◆ Problem ◆
Looking through the records below, please work out how many lines contain "InvitationRow". Give only that number.

◆ Records provided ◆
************

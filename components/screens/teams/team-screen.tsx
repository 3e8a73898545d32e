import { StyleSheet, View } from 'react-native';

import { authClient } from '@/components/auth/auth-client';
import { useTeamQuery } from '@/components/data/teams';
import { useCurrentTeam } from '@/components/state/current-team';
import { Card } from '@/components/ui/card';
import { count } from '@/components/ui/format';
import { Screen } from '@/components/ui/screen';
import { ErrorState, LoadingState } from '@/components/ui/states';
import { Heading, Text } from '@/components/ui/text';
import { space } from '@/components/ui/tokens';
import { roleAllows, roleLabels } from '@/server/contracts/roles';

import { InvitationRow } from './invitation-row';
import { InviteForm } from './invite-form';
import { MemberRow } from './member-row';

/** Members with their roles; the Owner invites, changes roles, removes, cancels invitations. */
export function TeamScreen() {
  const { team } = useCurrentTeam();
  const detail = useTeamQuery(team?.id);
  const session = authClient.useSession();
  const myUserId = session.data?.user.id;

  const title = team?.name ?? 'Team';
  if (detail.error) {
    return (
      <Screen title={title} eyebrow="Team">
        <ErrorState error={detail.error} onRetry={() => void detail.refetch()} />
      </Screen>
    );
  }
  if (!detail.data) {
    return (
      <Screen title={title} eyebrow="Team">
        <LoadingState label="Loading members…" />
      </Screen>
    );
  }

  const data = detail.data;
  const canManageMembers = roleAllows(data.myRole, { member: ['update'] });
  const canInvite = roleAllows(data.myRole, { invitation: ['create'] });
  const canCancel = roleAllows(data.myRole, { invitation: ['cancel'] });

  return (
    <Screen title={data.name} eyebrow={`Team · you are ${roleLabels[data.myRole]}`} testID="team-screen">
      {canInvite ? <InviteForm teamId={data.id} /> : null}

      <View style={styles.section}>
        <Heading level={2}>Members</Heading>
        <Text size="small" tone="muted" testID="member-count">
          {count(data.members.length, 'member', 'members')}
        </Text>
      </View>
      <Card style={styles.list} testID="member-list">
        {data.members.map((member, i) => (
          <MemberRow
            key={member.memberId}
            teamId={data.id}
            member={member}
            isMe={member.userId === myUserId}
            canManage={canManageMembers}
            first={i === 0}
          />
        ))}
      </Card>

      {canInvite ? (
        <>
          <View style={styles.section}>
            <Heading level={2}>Pending invitations</Heading>
            <Text size="small" tone="muted" testID="invitation-count">
              {count(data.invitations.length, 'invitation', 'invitations')}
            </Text>
          </View>
          {data.invitations.length === 0 ? (
            <Text tone="muted" testID="no-invitations">
              No invitations waiting. Invite someone above.
            </Text>
          ) : (
            <Card style={styles.list} testID="invitation-list">
              {data.invitations.map((invitation, i) => (
                <InvitationRow
                  key={invitation.id ?? invitation.email}
                  teamId={data.id}
                  invitation={invitation}
                  canCancel={canCancel}
                  first={i === 0}
                />
              ))}
            </Card>
          )}
        </>
      ) : null}
    </Screen>
  );
}

const styles = StyleSheet.create({
  section: { flexDirection: 'row', alignItems: 'baseline', justifyContent: 'space-between', marginTop: space[1] },
  list: { padding: 0 },
});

************

◆ Answer to this exercise ◆
2